Source records >>
####

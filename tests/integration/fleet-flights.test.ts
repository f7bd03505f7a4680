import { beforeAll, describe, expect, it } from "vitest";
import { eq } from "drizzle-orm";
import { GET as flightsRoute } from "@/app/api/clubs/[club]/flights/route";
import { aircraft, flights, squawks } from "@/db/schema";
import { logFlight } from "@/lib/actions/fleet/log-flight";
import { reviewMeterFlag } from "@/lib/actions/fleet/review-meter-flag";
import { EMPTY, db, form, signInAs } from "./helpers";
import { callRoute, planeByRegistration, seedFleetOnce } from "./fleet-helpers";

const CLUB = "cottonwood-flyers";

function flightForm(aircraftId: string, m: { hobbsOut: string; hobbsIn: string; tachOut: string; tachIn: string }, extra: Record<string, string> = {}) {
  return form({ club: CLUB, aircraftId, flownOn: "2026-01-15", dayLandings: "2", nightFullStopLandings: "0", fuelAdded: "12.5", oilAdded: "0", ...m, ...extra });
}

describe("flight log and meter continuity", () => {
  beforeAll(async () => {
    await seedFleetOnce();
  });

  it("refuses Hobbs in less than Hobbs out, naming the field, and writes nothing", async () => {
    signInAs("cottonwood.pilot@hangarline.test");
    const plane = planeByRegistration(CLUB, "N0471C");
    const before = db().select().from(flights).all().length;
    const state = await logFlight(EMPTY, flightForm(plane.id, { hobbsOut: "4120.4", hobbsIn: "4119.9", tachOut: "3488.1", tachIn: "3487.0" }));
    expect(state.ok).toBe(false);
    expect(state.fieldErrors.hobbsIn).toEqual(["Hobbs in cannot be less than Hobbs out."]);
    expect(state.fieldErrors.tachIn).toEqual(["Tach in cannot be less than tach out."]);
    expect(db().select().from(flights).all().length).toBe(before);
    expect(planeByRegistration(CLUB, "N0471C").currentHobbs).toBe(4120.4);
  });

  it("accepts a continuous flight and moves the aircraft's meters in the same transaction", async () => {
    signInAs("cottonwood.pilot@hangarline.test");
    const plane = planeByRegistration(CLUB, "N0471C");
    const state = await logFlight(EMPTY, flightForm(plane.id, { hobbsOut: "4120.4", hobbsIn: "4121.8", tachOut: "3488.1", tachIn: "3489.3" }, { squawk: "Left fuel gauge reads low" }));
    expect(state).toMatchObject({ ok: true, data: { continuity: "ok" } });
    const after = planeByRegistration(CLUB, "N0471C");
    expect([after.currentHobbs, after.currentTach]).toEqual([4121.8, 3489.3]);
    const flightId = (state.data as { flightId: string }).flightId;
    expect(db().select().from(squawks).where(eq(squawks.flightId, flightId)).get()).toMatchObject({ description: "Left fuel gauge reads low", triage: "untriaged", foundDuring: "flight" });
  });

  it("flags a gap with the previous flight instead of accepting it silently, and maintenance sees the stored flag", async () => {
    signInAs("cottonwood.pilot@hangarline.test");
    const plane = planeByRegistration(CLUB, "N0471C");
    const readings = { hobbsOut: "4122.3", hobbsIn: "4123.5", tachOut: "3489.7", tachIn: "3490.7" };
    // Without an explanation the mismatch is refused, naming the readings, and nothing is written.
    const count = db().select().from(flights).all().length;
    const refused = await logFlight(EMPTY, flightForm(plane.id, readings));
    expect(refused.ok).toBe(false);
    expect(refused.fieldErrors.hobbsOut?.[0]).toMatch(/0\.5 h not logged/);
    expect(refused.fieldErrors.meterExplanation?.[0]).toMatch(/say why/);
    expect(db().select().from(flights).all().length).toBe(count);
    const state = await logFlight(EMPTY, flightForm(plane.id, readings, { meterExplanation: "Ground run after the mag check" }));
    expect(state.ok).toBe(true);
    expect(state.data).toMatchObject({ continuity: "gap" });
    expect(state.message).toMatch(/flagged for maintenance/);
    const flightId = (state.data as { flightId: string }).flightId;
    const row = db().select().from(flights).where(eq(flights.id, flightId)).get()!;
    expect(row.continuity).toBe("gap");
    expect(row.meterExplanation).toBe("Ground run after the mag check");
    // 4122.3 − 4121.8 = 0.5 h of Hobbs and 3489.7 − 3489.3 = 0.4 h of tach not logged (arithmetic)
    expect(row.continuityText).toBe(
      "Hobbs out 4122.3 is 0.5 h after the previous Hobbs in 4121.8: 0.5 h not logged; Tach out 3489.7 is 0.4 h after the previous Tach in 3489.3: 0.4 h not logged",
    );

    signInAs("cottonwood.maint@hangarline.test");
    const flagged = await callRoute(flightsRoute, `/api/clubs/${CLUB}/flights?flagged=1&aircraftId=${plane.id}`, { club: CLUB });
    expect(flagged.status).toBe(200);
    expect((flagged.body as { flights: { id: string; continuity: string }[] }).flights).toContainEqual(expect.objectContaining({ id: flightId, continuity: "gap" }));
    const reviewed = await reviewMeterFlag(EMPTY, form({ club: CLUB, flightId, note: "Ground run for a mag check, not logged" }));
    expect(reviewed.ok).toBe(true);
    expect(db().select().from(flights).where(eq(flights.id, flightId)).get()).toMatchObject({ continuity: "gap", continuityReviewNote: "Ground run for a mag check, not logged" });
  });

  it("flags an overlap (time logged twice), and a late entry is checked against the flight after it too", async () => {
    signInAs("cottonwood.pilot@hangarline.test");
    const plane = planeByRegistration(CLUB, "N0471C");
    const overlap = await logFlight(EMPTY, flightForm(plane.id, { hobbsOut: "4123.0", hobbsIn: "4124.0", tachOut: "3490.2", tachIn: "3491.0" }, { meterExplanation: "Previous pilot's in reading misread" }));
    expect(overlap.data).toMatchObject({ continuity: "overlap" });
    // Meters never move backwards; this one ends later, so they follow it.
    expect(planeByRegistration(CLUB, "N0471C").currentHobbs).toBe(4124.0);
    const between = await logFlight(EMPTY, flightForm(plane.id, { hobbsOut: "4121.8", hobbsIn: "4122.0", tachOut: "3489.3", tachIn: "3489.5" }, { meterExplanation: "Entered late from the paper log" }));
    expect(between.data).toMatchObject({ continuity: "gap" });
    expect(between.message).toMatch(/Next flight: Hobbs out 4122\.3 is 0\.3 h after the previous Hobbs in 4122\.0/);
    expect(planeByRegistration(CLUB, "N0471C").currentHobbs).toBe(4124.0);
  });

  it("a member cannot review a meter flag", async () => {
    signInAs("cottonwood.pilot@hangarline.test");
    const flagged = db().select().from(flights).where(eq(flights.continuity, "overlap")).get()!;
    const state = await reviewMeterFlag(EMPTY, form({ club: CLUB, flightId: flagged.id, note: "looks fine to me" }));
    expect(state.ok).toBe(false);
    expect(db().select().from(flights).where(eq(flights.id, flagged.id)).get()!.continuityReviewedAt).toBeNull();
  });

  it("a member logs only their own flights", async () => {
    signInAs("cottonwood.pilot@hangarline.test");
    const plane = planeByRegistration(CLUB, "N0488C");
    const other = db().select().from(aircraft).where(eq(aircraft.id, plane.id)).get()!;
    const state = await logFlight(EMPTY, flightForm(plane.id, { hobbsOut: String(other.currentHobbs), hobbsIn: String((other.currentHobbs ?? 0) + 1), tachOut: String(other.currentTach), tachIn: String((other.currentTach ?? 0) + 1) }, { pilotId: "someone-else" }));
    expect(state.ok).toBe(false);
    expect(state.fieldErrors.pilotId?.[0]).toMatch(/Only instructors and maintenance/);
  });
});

####

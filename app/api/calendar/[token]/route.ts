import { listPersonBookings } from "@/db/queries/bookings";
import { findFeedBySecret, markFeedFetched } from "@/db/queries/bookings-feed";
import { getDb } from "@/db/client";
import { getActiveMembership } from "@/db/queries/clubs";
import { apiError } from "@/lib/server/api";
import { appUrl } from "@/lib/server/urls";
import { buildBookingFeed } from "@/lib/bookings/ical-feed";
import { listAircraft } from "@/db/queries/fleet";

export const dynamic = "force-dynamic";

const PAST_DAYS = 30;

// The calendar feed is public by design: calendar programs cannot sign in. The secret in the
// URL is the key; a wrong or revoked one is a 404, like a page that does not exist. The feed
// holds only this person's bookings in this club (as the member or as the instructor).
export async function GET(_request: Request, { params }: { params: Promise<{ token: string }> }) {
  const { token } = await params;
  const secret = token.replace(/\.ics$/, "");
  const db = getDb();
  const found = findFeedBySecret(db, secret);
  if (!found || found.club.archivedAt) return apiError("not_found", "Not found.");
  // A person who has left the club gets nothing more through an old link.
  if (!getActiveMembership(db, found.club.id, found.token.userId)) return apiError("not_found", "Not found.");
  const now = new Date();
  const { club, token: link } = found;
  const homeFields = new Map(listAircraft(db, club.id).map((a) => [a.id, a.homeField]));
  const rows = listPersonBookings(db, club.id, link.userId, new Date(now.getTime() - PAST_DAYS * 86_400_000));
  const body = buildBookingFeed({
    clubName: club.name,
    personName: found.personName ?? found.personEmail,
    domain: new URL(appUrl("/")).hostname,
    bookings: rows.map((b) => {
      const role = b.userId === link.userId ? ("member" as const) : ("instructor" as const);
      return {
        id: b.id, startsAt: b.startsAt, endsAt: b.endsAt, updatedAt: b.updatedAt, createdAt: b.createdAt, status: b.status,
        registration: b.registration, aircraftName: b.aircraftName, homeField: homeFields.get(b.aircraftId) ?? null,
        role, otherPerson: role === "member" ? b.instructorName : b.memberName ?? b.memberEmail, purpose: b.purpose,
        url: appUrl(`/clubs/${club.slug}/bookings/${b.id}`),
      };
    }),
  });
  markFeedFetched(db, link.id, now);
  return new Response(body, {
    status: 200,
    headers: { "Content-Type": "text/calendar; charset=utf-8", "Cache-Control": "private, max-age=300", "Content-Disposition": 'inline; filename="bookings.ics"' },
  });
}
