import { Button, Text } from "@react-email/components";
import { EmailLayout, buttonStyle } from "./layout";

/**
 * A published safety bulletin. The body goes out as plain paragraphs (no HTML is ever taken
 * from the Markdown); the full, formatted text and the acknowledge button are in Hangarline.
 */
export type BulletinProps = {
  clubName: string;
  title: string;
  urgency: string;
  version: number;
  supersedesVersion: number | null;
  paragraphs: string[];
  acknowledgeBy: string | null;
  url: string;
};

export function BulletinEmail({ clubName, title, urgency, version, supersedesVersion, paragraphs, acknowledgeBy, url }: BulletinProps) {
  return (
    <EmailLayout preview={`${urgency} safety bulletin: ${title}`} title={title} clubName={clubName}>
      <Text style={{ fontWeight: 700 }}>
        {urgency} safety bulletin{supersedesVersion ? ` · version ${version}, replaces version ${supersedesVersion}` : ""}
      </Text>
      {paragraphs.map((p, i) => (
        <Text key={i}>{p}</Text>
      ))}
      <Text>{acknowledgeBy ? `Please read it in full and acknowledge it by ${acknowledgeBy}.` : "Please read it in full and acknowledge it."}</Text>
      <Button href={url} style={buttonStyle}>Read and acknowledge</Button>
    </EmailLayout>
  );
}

####

Exercise requirements >>
Of the entries above, repeat exactly the lines between the line with "filename tests/integration/fleet-flights.test.ts" and the line with "GET as flightsRoute", inclusive, and no others.

Exercise result >>
filename tests/integration/fleet-flights.test.ts
repository f7bd03505f7a4680
import { beforeAll, describe, expect, it } from "vitest";
import { eq } from "drizzle-orm";
import { GET as flightsRoute } from "@/app/api/clubs/[club]/flights/route";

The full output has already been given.